I also asked my Facebook friends for suggestions and got a lot of great responses. Here's a sampling:
from Gretel, zucchini fritters:
"You could make fritters. Grate zucchini with cheese grater, sprinkle with salt, let sit 10 minutes, squeeze out excess liquid, mix with minced onion, Ginger and cilantro or other good stuff. Add some arrowroot or flour. Then pan fry spoonfulls. Good with a spicy tomato-based sauce."
from Erica, fresh zucchini salad:
"last night we had a really delicious zucchini salad (friends also have an abundance in their garden). slice raw zucchini really thin, grate pecorino, add salt, pepper and a bit of chili powder and then dress with fresh lemon juice and olive oil. it was soooo good. lots of cheese helps."
(this would be amazing with lots of pretty small-ish zucchini, can't wait to try it)
from Dana, zucchini muffins:
"Mix with wooden spoon: 6 cups flour, 2 cups sugar, 1 T. cinnamon, 3 tsp.baking powder, 2 tsp. baking soda, 2 tsp. salt. Make well. Add: 4 eggs, 1 cup oil, 1 tsp. vanilla, 20 oz can crushed pineapple (not drained), 4 cups shredded/drained/skin-on zucchini, 2 cups raisins, 1 cup chopped nuts (optional). Stir well. Fill muffin cups 2/3 full. Bake at 350 F for 25 minutes. Yield: 4-6 dozen. Muffins freeze well. "
from Gabrielle, simply grilled zucchini:
"It's really good grilled - just salt, pepper and olive oil."
from Chris, Bread and Bake:
"Cut the zucchini into 1/2 inch round pieces.

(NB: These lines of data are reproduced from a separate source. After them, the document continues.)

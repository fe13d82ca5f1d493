"""Commented example configurations printed by ``qmc new KIND``.

Every template is a complete configuration (schema: :mod:`qmc.config.parser`) whose comments explain
each key; all of them load and validate as they are.  The scenarios and run names are invented demos.
Where a comment says where a transition is expected, the value is quoted from memory and only sets the
scan window of the demo.
"""

from __future__ import annotations

from qmc.errors import UserError, did_you_mean

__all__ = ["TEMPLATES", "template"]


def _run(name: str, seed: int, scenario: str) -> str:
    return f'''\
[run]
# name: free text shown in logs and reports.
name = "{name}"
# output: the run directory (created by `qmc run`), relative to this file.  Task files, the index and the
# log go there; a directory made with a different configuration is refused.
output = "runs/{name}"
# seed: master random seed (integer >= 0).  Each task draws its own stream from this seed and its own
# parameter values, so results do not depend on how many processes run the tasks or in which order.
seed = {seed}
# description: optional free text.
description = "{scenario}"
'''


def _sampling(warmup: int, measure: int, bins: int, exchange: str | None = None) -> str:
    if exchange:
        ex = (f'# exchange: optional replica exchange along the scanned coupling "{exchange}" (tasks that\n'
              f"# differ only in {exchange} swap configurations now and then).  Uncomment to use it.\n"
              f'# [exchange]\n# along = "{exchange}"\n')
    else:
        ex = ("# exchange: optional; the scan name of a coupling to run replica exchange along (it needs at\n"
              '# least two values), e.g. exchange = "g".  Left out here.\n')
    return f'''\
[sampling]
# One Monte Carlo step = one diagonal update over the whole operator string + one full loop update.
# warmup_steps: steps discarded while the simulation equilibrates.
warmup_steps = {warmup}
# measure_steps: steps that are measured; they are averaged in bins.
measure_steps = {measure}
# bins: number of bins (>= 2, must divide measure_steps); error bars come from the bin averages.
bins = {bins}
# copies: independent copies of every parameter point (different random streams).
copies = 1
# checkpoint_seconds: how often a running task saves its full state, so an interrupted run resumes.
checkpoint_seconds = 300
{ex}'''


_SCAN_HELP = '''\
# Every entry is a number (fixed), a list of values, a range {start, stop, num} (num evenly spaced
# values, both ends included), or a text expression of other entries such as "2*L", "L/2" or "0.5*g".
# Every combination of the listed values is one task (times sampling.copies).  beta (the inverse
# temperature, in inverse energy units) is required.  Every entry must be used somewhere.
'''

_TERMS_HELP = '''\
# The Hamiltonian is the sum of the [[terms]] blocks (numbered terms[0], terms[1], ... in messages).
#   type = "heisenberg":        +J S_i.S_j on every bond of the bond class `bonds`; coupling = J >= 0.
#   type = "projector-product": -Q prod (1/4 - S_i.S_j) over the bonds of `shape`, placed at every unit
#                               cell; coupling = Q >= 0.  symmetrize = true (default) also places the
#                               shape rotated by 90 degrees.
# A coupling is a number or a scan name (or an expression such as "2*g").  Negative couplings have a
# sign problem and are refused.  name = "..." optionally labels a term's energy column.
'''

_LATTICE_HELP = '''\
# kind: chain | square | bilayer | honeycomb | cubic (or "explicit" with sites = N, bonds = [[i, j], ...]).
# size: number of unit cells along each direction; numbers or scan names.
# boundary: "periodic" (default) or "open".  Periodic chain/square/bilayer/cubic lattices need even sizes.
'''


def _compose(title: str, run: str, lattice: str, terms: str, scan: str, sampling: str) -> str:
    return "\n".join([title, run, "[lattice]\n" + _LATTICE_HELP + lattice, _TERMS_HELP + terms,
                      "[scan]\n" + _SCAN_HELP + scan, sampling])


TEMPLATES: dict[str, str] = {
    "heisenberg": _compose(
        "# Square-lattice Heisenberg antiferromagnet, H = J sum_<ij> S_i.S_j with J = 1.\n"
        "# Demo scenario: a student checks how the staggered magnetization and the spin stiffness drift\n"
        "# with system size at low temperature (beta grows with L so that T -> 0 as L grows).\n",
        _run("neel-drift", 20240611, "finite-size drift of the Neel order"),
        'kind = "square"\nsize = ["L", "L"]\nboundary = "periodic"\n',
        '[[terms]]\ntype = "heisenberg"\n# bonds: "nn" = all nearest-neighbour bonds (also "x", "y").\n'
        'bonds = "nn"\ncoupling = 1.0\n',
        "L = [4, 8, 12, 16]\n# beta: inverse temperature; here twice the linear size.\nbeta = \"2*L\"\n",
        _sampling(2000, 20000, 100),
    ),
    "bilayer": _compose(
        "# Square-lattice bilayer: H = sum_intra S_i.S_j + g sum_rungs S_i.S_j.\n"
        "# Demo scenario: a group locates the point where the rungs win and the two layers lock into\n"
        "# singlets; the crossing of stiffness*L between sizes marks it (expected near g = 2.52, from\n"
        "# memory).\n",
        _run("rung-singlet-hunt", 7321, "locate the bilayer rung-singlet transition"),
        'kind = "bilayer"\nsize = ["L", "L"]\nboundary = "periodic"\n',
        '[[terms]]\ntype = "heisenberg"\n# bonds: "intra" = in-plane bonds of both layers.\n'
        'bonds = "intra"\ncoupling = 1.0\n\n'
        '[[terms]]\ntype = "heisenberg"\n# bonds: "inter" = the rungs joining the two layers.\n'
        'bonds = "inter"\ncoupling = "g"\n',
        "L = [8, 12, 16]\n# g: rung coupling, 11 values from 2.40 to 2.60.\n"
        "g = { start = 2.40, stop = 2.60, num = 11 }\n"
        "# beta: inverse temperature equal to the linear size.\nbeta = \"L\"\n",
        _sampling(2000, 20000, 100, exchange="g"),
    ),
    "columnar-dimer": _compose(
        "# Columnar dimerized square lattice: H = g sum_strong S_i.S_j + sum_weak S_i.S_j, the strong\n"
        "# bonds forming columns of parallel dimers (x-bonds starting at even x).\n"
        "# Demo scenario: a class project compares the dimerized lattice with the bilayer and looks for\n"
        "# the dimer-singlet transition (expected near g = 1.91, from memory).\n",
        _run("dimer-columns", 515, "columnar dimer transition scan"),
        'kind = "square"\nsize = ["L", "L"]\nboundary = "periodic"\n',
        '[[terms]]\ntype = "heisenberg"\n'
        '# bonds: "columnar-strong" = the dimer bonds of the columnar pattern.\n'
        'bonds = "columnar-strong"\ncoupling = "g"\n\n'
        '[[terms]]\ntype = "heisenberg"\n# bonds: "columnar-weak" = every other nearest-neighbour bond.\n'
        'bonds = "columnar-weak"\ncoupling = 1.0\n',
        "L = [8, 12, 16]\n# g: strong-bond coupling, 7 values from 1.85 to 1.97.\n"
        "g = { start = 1.85, stop = 1.97, num = 7 }\nbeta = \"L\"\n",
        _sampling(2000, 20000, 100, exchange="g"),
    ),
    "jq2": _compose(
        "# J-Q2 model: H = J sum_<ij> S_i.S_j - Q sum P_ij P_kl, P = 1/4 - S_i.S_j, the projector pairs\n"
        "# sitting on the two parallel bonds of every 2x2 plaquette (both orientations), Q = 1.\n"
        "# Demo scenario: a reading group watches Neel order give way to columnar valence-bond order as\n"
        "# J/Q decreases (the change is expected near J/Q = 0.045, from memory).\n",
        _run("plaquette-pairs", 99, "Neel to valence-bond crossover in the J-Q2 model"),
        'kind = "square"\nsize = ["L", "L"]\nboundary = "periodic"\n',
        '[[terms]]\ntype = "heisenberg"\nbonds = "nn"\ncoupling = "J"\n\n'
        '[[terms]]\ntype = "projector-product"\n'
        '# shape: "plaquette-pair" = two parallel bonds on a 2x2 plaquette; a shape can also be given as\n'
        "# a list of bonds [[[dx, dy], [dx, dy]], ...] of unit-cell offsets.\n"
        'shape = "plaquette-pair"\n# symmetrize: also place the shape rotated by 90 degrees.\n'
        "symmetrize = true\ncoupling = 1.0\n",
        "L = [8, 12, 16]\n# J: Heisenberg coupling in units of Q, 7 values from 0.03 to 0.06.\n"
        "J = { start = 0.03, stop = 0.06, num = 7 }\nbeta = \"L\"\n",
        _sampling(2000, 20000, 100, exchange="J"),
    ),
    "jq3": _compose(
        "# J-Q3 model: H = J sum_<ij> S_i.S_j - Q sum P P P over three parallel bonds stacked in a column\n"
        "# (both orientations), P = 1/4 - S_i.S_j, Q = 1.\n"
        "# Demo scenario: a student checks whether the valence-bond histogram grows four-fold peaks when\n"
        "# J/Q is lowered (the order is expected to set in near J/Q = 0.67, from memory).\n",
        _run("three-in-a-column", 4242, "valence-bond order in the J-Q3 model"),
        'kind = "square"\nsize = ["L", "L"]\nboundary = "periodic"\n',
        '[[terms]]\ntype = "heisenberg"\nbonds = "nn"\ncoupling = "J"\n\n'
        '[[terms]]\ntype = "projector-product"\n'
        '# shape: "column-of-three" = three parallel bonds stacked in a column.\n'
        'shape = "column-of-three"\nsymmetrize = true\ncoupling = 1.0\n',
        "L = [8, 12, 16]\n# J: Heisenberg coupling in units of Q, 7 values from 0.50 to 0.80.\n"
        "J = { start = 0.50, stop = 0.80, num = 7 }\nbeta = \"L\"\n",
        _sampling(2000, 20000, 100, exchange="J"),
    ),
}


def template(kind: str) -> str:
    """The commented example configuration of ``kind`` (one of :data:`TEMPLATES`)."""
    if kind not in TEMPLATES:
        raise UserError(f"unknown template {kind!r}{did_you_mean(kind, TEMPLATES)}; "
                        f"choose one of: {', '.join(TEMPLATES)}", "qmc new")
    return TEMPLATES[kind]
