def task(L: int, beta: float, params: dict, seed: int, *, dim: int = 2, shift: float = 0.0,
         noise: float = 1e-3, stiffness: bool = False) -> SimpleNamespace:
    """A TaskData-like object whose uncorrelated bins have the exact means above (+ ``shift``)."""
    rng = np.random.default_rng(seed)
    g = params.get("g", 1.0)
    bins = {
        "m_stag2": m2_exact(g, L) + shift + noise * 0.1 * rng.standard_normal(NBINS),
        "energy": e_exact(g, L, dim) + shift + noise * rng.standard_normal(NBINS),
    }
    if stiffness:
        bins["stiffness"] = 0.18 + 0.1 / L + noise * rng.standard_normal(NBINS)
    return SimpleNamespace(
        task_id=f"L{L}_b{beta:g}_" + "_".join(f"{k}{v}" for k, v in params.items()),
        params={"L": L, "beta": beta, "replica": 0, "lattice": "square", "size": [L] * dim, **params},
        bins=bins, steps_per_bin=10, n_sites=L**dim, linear_size=L, beta=float(beta),
        vbs_histogram=None, vbs_hist_range=None, status="done", exchange=None)


def coupling_scan() -> list[SimpleNamespace]:
    """g = 0.5 and 1.0 at every size, beta = 2L; at L = 8 also beta = 4L (used) and beta = L with a shifted
    value (must be ignored: the largest beta of each size is the ground-state estimate)."""
    tasks = []
    for k, g in enumerate((0.5, 1.0)):
        for L in SIZES:
            tasks.append(task(L, 2 * L, {"g": g}, seed=100 * L + k))
        tasks.append(task(8, 4 * 8, {"g": g}, seed=7000 + k))
        tasks.append(task(8, 8, {"g": g}, seed=8000 + k, shift=0.05))
    return tasks


def by_observable(result: dict, name: str) -> list[dict]:
    return [r for r in result["extrapolations"] if r["observable"] == name]


def test_limits_per_coupling_with_the_largest_beta(tmp_path):
    result = analyze_run(coupling_scan(), tmp_path, extrapolate=("m_stag2", "energy"))
    assert result["coupling"] == "g"
    assert {r["observable"] for r in result["extrapolations"]} == {"m_stag2", "energy"}
    for r in by_observable(result, "m_stag2") + by_observable(result, "energy"):
        g = r["params"]["g"]
        assert set(r["params"]) == {"g"} and r["n_sizes"] == 5 and r["sizes"] == list(SIZES)
        assert r["betas"] == [32.0, 24.0, 32.0, 48.0, 64.0]  # L = 8: beta = 4L, the largest one
        exact = 0.03 * g if r["observable"] == "m_stag2" else -0.6 - 0.1 * g
        assert abs(r["limit"] - exact) < 4 * r["limit_err"]
        assert 0.0 < r["limit_err"] < (2e-4 if r["observable"] == "m_stag2" else 2e-3)
        assert r["chi2_dof"] is not None and r["chi2_dof"] < 4.0
        # the stability column is the same change of c_0 the fit module computes
        shift = drop_smallest_shift(r["sizes"], r["values"], r["errors"], r["powers"])
        assert r["drop_smallest_shift"] == pytest.approx(shift.value, rel=1e-9)
        assert r["drop_smallest_shift_err"] == pytest.approx(shift.error, rel=1e-9) and shift.error > 0
    m2 = {r["params"]["g"]: r for r in by_observable(result, "m_stag2")}
    assert m2[1.0]["powers"] == [1.0, 2.0] and "spin-wave" in m2[1.0]["powers_origin"]
    assert by_observable(result, "energy")[0]["powers"] == [3.0, 4.0]
    fv = m2[1.0]["full_vector"]  # m_s = sqrt(3 c_0) with the propagated error
    assert fv["m_s2"] == pytest.approx(3 * m2[1.0]["limit"], rel=1e-12)
    assert fv["m_s"] == pytest.approx(math.sqrt(3 * m2[1.0]["limit"]), rel=1e-12)
    assert fv["m_s_err"] == pytest.approx(3 * m2[1.0]["limit_err"] / (2 * fv["m_s"]), rel=1e-12)
    assert abs(fv["m_s"] - math.sqrt(0.09)) < 4 * fv["m_s_err"]
    assert by_observable(result, "energy")[0]["full_vector"] is None
    text = format_result(result)
    assert "m_s = sqrt(3 c_0)" in text and "m_stag2 [g=0.5]" in text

Beat an egg. Get 2 cups of Italian bread crumbs, one cup of flour. Salt and pepper. One cup of Parmesan cheese. Do not use that Kraft grated topping crap. Get a nice piece of Parmigiana and grate it. Grate the cheese, mix it with the 2 cups of bread crumbs, add salt and pepper to the mix. This mixture should be in one bowl. Put the flour in another. The beaten egg in a third. Take the piece of zucchini, flour it, egg it, bread it. stick it in the oven-- 350 until golden brown. --bingo."
from Amy, delicious zucchini-ness:
"diced tomatoes, diced zucchini, corn off the cob, all sauteed with onions in olive oil and then at the end throw a handful of breadcrumbs and a handful of parm and let the bottom crust up. delish with grilled steak or tossed with pasta. (be sure to add the fresh herbs of your choice.)"
Any other ideas? Let me know!
Update: I promised myself I'd stop posting about zucchini on my facebook page, so I'll post here instead!
I just made a delicious and easy zucchini soup. I made it up as I went along so all these measurements are approximate.
1 T. olive oil
1/2 T. unsalted butter
1/2 medium white onion
1 clove minced garlic (I used 1 cube frozen minced garlic)
1 1/2 lbs. zucchini (scrape out the seeds first if it's a big one), slice in 1/4 inch pieces, quartering if necessary, don't peel it
1/2 medium white potato (peeled and cut into 1/2 inch cubes)
1 c. chicken stock
3-4 sprigs flat parsley
salt & pepper
Using a 3 to 5 quart sauce pan, melt butter in oil over medium heat, saute onions until translucent, don't brown them. Add garlic, stir for another minute and then add potatoes, zucchini and chicken stock (stock should keep veggies from sticking to the bottom, but shouldn't cover them completely). Bring to a low boil, cover and then simmer on low heat until veggies are soft, about 25 minutes.
Give the soup a couple of minutes to cool, toss in the parsley, then transfer to a blender to puree. Better yet, use a stick blender if you have one. This one is great! Season with salt and pepper - totally deliciousness. Tastes like you added a cup of heavy cream. Enjoy!